Data entries
▶
// Two-way reviews of a completed job: who may write, one per side, the edit window and double-blind visibility.
import type { Knex } from 'knex';
import { afterAll, beforeAll, describe, expect, it } from 'vitest';
import { Conflict, Forbidden, Invalid, NotFound } from '@/lib/errors';
import { getJobReviews } from '@/lib/reviews/jobReviews';
import { REVIEW_SETTINGS } from '@/lib/reviews/settings';
import { createReview, editReview } from '@/lib/reviews/writeReview';
import { testDb } from '../../support/db';
import { addMember, daysAfter, makeAdmin, makeJob, makeRider, makeShop, riderReviewInput, shopReviewInput } from './support';

let db: Knex;
beforeAll(() => {
  db = testDb();
});
afterAll(() => db?.destroy());

/** A rider, a shop with a builder, and a job that completed at `completedAt`. */
async function completedJob(completedAt = new Date()) {
  const rider = await makeRider(db);
  const builder = await makeShop(db);
  const { jobId } = await makeJob(db, rider, builder.shopId, { completedAt });
  return { rider, builder, jobId, completedAt };
}

describe('who may write a review', () => {
  it('the rider reviews the shop and a member of the shop reviews the rider, once the job is completed', async () => {
    const { rider, builder, jobId } = await completedJob();
    const byRider = await createReview(db, rider, shopReviewInput(jobId, 5));
    expect(byRider).toMatchObject({ side: 'rider', overall: 5, authorLabel: 'Ottilie', canEdit: true });
    expect(byRider.aspects.map((a) => a.key)).toEqual(['buildQuality', 'communication', 'onTime']);
    const colleague = await addMember(db, builder.shopId);
    const byShop = await createReview(db, colleague, riderReviewInput(jobId, 4));
    expect(byShop).toMatchObject({ side: 'shop', overall: 4, aspects: [{ key: 'clearSpec' }, { key: 'communication' }, { key: 'payment' }] });
    const rows = await db('reviews').where({ job_id: jobId }).orderBy('author_side');
    expect(rows.map((r) => [r.author_side, r.subject_shop_id, r.subject_rider_id])).toEqual([
      ['rider', builder.shopId, null],
      ['shop', null, rider.id],
    ]);
  });

  it('refuses a job that is not completed yet', async () => {
    const rider = await makeRider(db);
    const builder = await makeShop(db);
    for (const status of ['funded', 'shipped', 'disputed']) {
      const { jobId } = await makeJob(db, rider, builder.shopId, { status });
      await expect(createReview(db, rider, shopReviewInput(jobId))).rejects.toThrow(Conflict);
      await expect(createReview(db, builder, riderReviewInput(jobId))).rejects.toThrow(/once it is completed/);
    }
  });

  it('hides the job from outsiders (404), refuses admins (403) and a writer posing as the other side (403)', async () => {
    const { rider, builder, jobId } = await completedJob();
    const stranger = await makeRider(db);
    const otherShop = await makeShop(db);
    await expect(createReview(db, stranger, shopReviewInput(jobId))).rejects.toThrow(NotFound);
    await expect(createReview(db, otherShop, riderReviewInput(jobId))).rejects.toThrow(NotFound);
    await expect(createReview(db, await makeAdmin(db), shopReviewInput(jobId))).rejects.toThrow(Forbidden);
    await expect(createReview(db, rider, { ...riderReviewInput(jobId) })).rejects.toThrow(Forbidden);
    await expect(createReview(db, builder, { ...shopReviewInput(jobId) })).rejects.toThrow(Forbidden);
    await expect(getJobReviews(db, stranger, jobId)).rejects.toThrow(NotFound);
    expect(await db('reviews').where({ job_id: jobId })).toHaveLength(0);
  });

  it('closes writing when the review period after completion ends', async () => {
    const completedAt = daysAfter(new Date(), -(REVIEW_SETTINGS.reviewPeriodDays + 1));
    const { rider, jobId } = await completedJob(completedAt);
    await expect(createReview(db, rider, shopReviewInput(jobId))).rejects.toThrow(/review period for this job ended/);
    expect((await getJobReviews(db, rider, jobId)).canWrite).toBe(false);
  });
});

describe('one review per side per job', () => {
  it('answers a second review from the same side with 409', async () => {
    const { rider, builder, jobId } = await completedJob();
    await createReview(db, rider, shopReviewInput(jobId));
    await expect(createReview(db, rider, shopReviewInput(jobId, 1))).rejects.toThrow(Conflict);
    await createReview(db, builder, riderReviewInput(jobId));
    const colleague = await addMember(db, builder.shopId);
    await expect(createReview(db, colleague, riderReviewInput(jobId, 2))).rejects.toThrow(/already reviewed/);
    expect(await db('reviews').where({ job_id: jobId })).toHaveLength(2);
  });

  it('keeps one row when two writes for the same side race', async () => {
    const { builder, jobId } = await completedJob();
    const colleague = await addMember(db, builder.shopId);
    const results = await Promise.allSettled([createReview(db, builder, riderReviewInput(jobId, 5)), createReview(db, colleague, riderReviewInput(jobId, 2))]);
    expect(results.filter((r) => r.status === 'fulfilled')).toHaveLength(1);
    const failed = results.find((r) => r.status === 'rejected') as PromiseRejectedResult;
    expect(failed.reason).toBeInstanceOf(Conflict);
    expect(await db('reviews').where({ job_id: jobId, author_side: 'shop' })).toHaveLength(1);
  });

  it('the database refuses a second row for the same side even without the domain check', async () => {
    const { rider, builder, jobId } = await completedJob();
    await createReview(db, rider, shopReviewInput(jobId));
    const row = await db('reviews').where({ job_id: jobId }).first();
    const { id: _id, ...copy } = row;
    void _id;
    await expect(db('reviews').insert(copy)).rejects.toThrow(/reviews_one_per_side/);
    await expect(db('reviews').insert({ ...copy, author_side: 'shop' })).rejects.toThrow(/reviews_subject_check|reviews_aspects_check/);
    void builder;
  });
});

describe('double-blind visibility', () => {
  it('neither side sees the other’s review until both have written; then both do', async () => {
    const { rider, builder, jobId } = await completedJob();
    await createReview(db, rider, shopReviewInput(jobId, 2, 'Wobbly rear.'));

    const shopView = await getJobReviews(db, builder, jobId);
    expect(shopView).toMatchObject({ viewerSide: 'shop', canWrite: true, byRider: null, byShop: null, written: { rider: true, shop: false } });
    const riderView = await getJobReviews(db, rider, jobId);
    expect(riderView).toMatchObject({ viewerSide: 'rider', canWrite: false, byRider: { overall: 2, text: 'Wobbly rear.', canEdit: true }, byShop: null });

    await createReview(db, builder, riderReviewInput(jobId, 5));
    const after = await getJobReviews(db, builder, jobId);
    expect(after.byRider).toMatchObject({ overall: 2, text: 'Wobbly rear.', canEdit: false });
    expect(after.byShop).toMatchObject({ overall: 5, canEdit: false });
    expect((await getJobReviews(db, rider, jobId)).byShop).toMatchObject({ overall: 5 });
  });

  it('opens a lone review to the other side once the review period has passed', async () => {
    const completedAt = new Date();
    const { rider, builder, jobId } = await completedJob(completedAt);
    await createReview(db, rider, shopReviewInput(jobId, 4), daysAfter(completedAt, 1));
    const justBefore = daysAfter(completedAt, REVIEW_SETTINGS.reviewPeriodDays - 0.01);
    const periodOver = daysAfter(completedAt, REVIEW_SETTINGS.reviewPeriodDays);
    expect((await getJobReviews(db, builder, jobId, justBefore)).byRider).toBeNull();
    expect((await getJobReviews(db, builder, jobId, periodOver)).byRider).toMatchObject({ overall: 4 });
    expect((await getJobReviews(db, builder, jobId, periodOver)).canWrite).toBe(false);
  });

  it('lets an admin read both reviews while they are still hidden from the sides', async () => {
    const { rider, builder, jobId } = await completedJob();
    await createReview(db, rider, shopReviewInput(jobId, 3));
    const adminView = await getJobReviews(db, await makeAdmin(db), jobId);
    expect(adminView).toMatchObject({ viewerSide: 'admin', canWrite: false, byRider: { overall: 3, canEdit: false } });
    expect((await getJobReviews(db, builder, jobId)).byRider).toBeNull();
  });
});

describe('changing a review', () => {
  it('lets the author’s side change stars and text inside the edit window', async () => {
    const { rider, jobId, completedAt } = await completedJob();
    const written = await createReview(db, rider, shopReviewInput(jobId, 3), completedAt);
    const edited = await editReview(db, rider, written.id, { overall: 4, aspects: { onTime: 2 }, text: 'Late, but true.' }, daysAfter(completedAt, 2));
    expect(edited).toMatchObject({ overall: 4, text: 'Late, but true.', canEdit: true });
    expect(edited.aspects.find((a) => a.key === 'onTime')?.stars).toBe(2);
    expect(edited.aspects.find((a) => a.key === 'buildQuality')?.stars).toBe(3);
  });

  it('refuses changes once the edit window has closed', async () => {
    const { rider, jobId, completedAt } = await completedJob();
    const written = await createReview(db, rider, shopReviewInput(jobId, 3), completedAt);
    const closed = daysAfter(completedAt, REVIEW_SETTINGS.editWindowDays);
    await expect(editReview(db, rider, written.id, { overall: 1 }, closed)).rejects.toThrow(/could be changed until/);
    expect((await db('reviews').where({ id: written.id }).first()).overall).toBe(3);
  });

  it('refuses changes once the other side can read the review', async () => {
    const { rider, builder, jobId } = await completedJob();
    const written = await createReview(db, rider, shopReviewInput(jobId, 5));
    await createReview(db, builder, riderReviewInput(jobId, 1));
    await expect(editReview(db, rider, written.id, { overall: 1 })).rejects.toThrow(/can read this review now/);
  });

  it('refuses the other side, strangers, and aspects that belong to the other side', async () => {
    const { rider, builder, jobId } = await completedJob();
    const written = await createReview(db, rider, shopReviewInput(jobId, 5));
    await expect(editReview(db, builder, written.id, { overall: 1 })).rejects.toThrow(Forbidden);
    await expect(editReview(db, await makeRider(db), written.id, { overall: 1 })).rejects.toThrow(NotFound);
    await expect(editReview(db, rider, written.id, { aspects: { payment: 1 } })).rejects.toThrow(Invalid);
    await expect(editReview(db, rider, 'not-a-review', { overall: 1 })).rejects.toThrow(NotFound);
  });
});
◀
• WHAT TO PRODUCE:
The answer must be every line of the records that holds the string "shopView".

• RESULT FOR THIS TASK:
    const shopView = await getJobReviews(db, builder, jobId);
    expect(shopView).toMatchObject({ viewerSide: 'shop', canWrite: true, byRider: null, byShop: null, written: { rider: true, shop: false } });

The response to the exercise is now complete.